For the single-institution study, the researchers retrospectively analyzed 27 patients who received IMPT for a lung cancer recurrence between 2011 and 2016. All patients had received a prior thoracic radiation course with curative intent. Of the cohort, 22 (81 percent) were treated for non-small cell lung cancer. The median time to reirradiation after initial treatment was 29.5 months. At a median follow-up for all patients of 11.2 months – and 25.9 months for those still alive – the median overall survival (OS) was 18 months, with one year OS at 54 percent. Four patients (15 percent) experienced a local failure (LF), recurrence within the reirradiation field; 78 percent of patients did not experience a LF within the first two years of follow-up. At one year, 61 percent of patients were free from recurrence in the chest and lung, and progression-free survival was 51 percent. Of particular interest to the researchers, patients who received a higher dose of radiation had fewer local recurrences and improved progression-free survival. Reirradiation was well-tolerated, with two patients experiencing grade three pulmonary toxicity and none with severe esophageal toxicity. No patients experienced grade four or five toxicities. Historically, reirradiation of the lung was associated with moderate to severe toxicity, even fatal, toxicities in 20 to 30 percent of patients. “With the advancement of IMPT, we knew that we were able to generate more precise radiation treatment plans that spared normal tissue, but we weren’t sure if this would translate into beneficial clinical outcomes until we analyzed this data,” said Chang. “While the findings are early, we’re hopeful that we can offer more positive outcomes and low toxicity with IMPT for recurrent thoracic cancer patients who previously had few treatment options.”

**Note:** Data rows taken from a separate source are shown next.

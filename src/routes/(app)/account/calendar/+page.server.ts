import { z } from 'zod';
import type { Actions, PageServerLoad } from './$types';
import { requireUser } from '$lib/server/people/guard';
import { can } from '$lib/server/people/permissions';
import { validateForm, failWith } from '$lib/server/platform/forms';
import { config } from '$lib/server/platform/config';
import * as calendar from '$lib/server/duty/calendar';

export const load: PageServerLoad = () => {
	const user = requireUser('calendar.own');
	return {
		feeds: calendar.feedsOf(user.id),
		mayHaveRoster: can({ user }, 'calendar.roster'),
		siteTimeZone: config.siteTimeZone
	};
};

const scopeSchema = z.object({ scope: z.enum(['mine', 'roster'], { error: 'Choose your shifts or the whole roster.' }) });

function permissionFor(scope: 'mine' | 'roster') {
	return scope === 'roster' ? ('calendar.roster' as const) : ('calendar.own' as const);
}

export const actions: Actions = {
	create: async ({ request }) => {
		requireUser('calendar.own');
		const { data, form, failure } = await validateForm(request, scopeSchema);
		if (failure) return failure;
		const user = requireUser(permissionFor(data.scope));
		const made = calendar.createFeedFor(user.id, data.scope);
		if (!made) return failWith(form, {}, 403, 'Your role does not allow this calendar.');
		return { done: 'New calendar address made. Copy it now: it is shown only once. Any earlier address for it no longer works.', scope: data.scope, url: made.url };
	},
	revoke: async ({ request }) => {
		requireUser('calendar.own');
		const { data, failure } = await validateForm(request, scopeSchema);
		if (failure) return failure;
		const user = requireUser(permissionFor(data.scope));
		const revoked = calendar.revokeFeed(user.id, data.scope);
		return { done: revoked ? 'Calendar address revoked: calendars using it will stop updating.' : 'There was no address to revoke.', scope: data.scope };
	}
};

Limitations of the study include its small size and retrospective data. Reirradiation with IMPT in other disease sites is an area of continued research interest; studies in head and neck cancer are ongoing at MD Anderson.
In addition to Ho and Chang, other authors on the all-MD Anderson study include: Quynh-Nhu Nguyen, M.D., Pamela K. Allen, Ph.D., Daniel R. Gomez, M.D., Ritsuko U. Komaki, M.D., Z. Liao, Stephen M. Hahn, M.D., Steven H. Lin, M.D., Ph.D., all of Radiation Oncology; Heng Li, Ph.D., Xiaodong Zhang, Ph.D., X. Ronald Zhu, Ph.D., and Michael T. Gillin, Ph.D., all of Radiation Physics.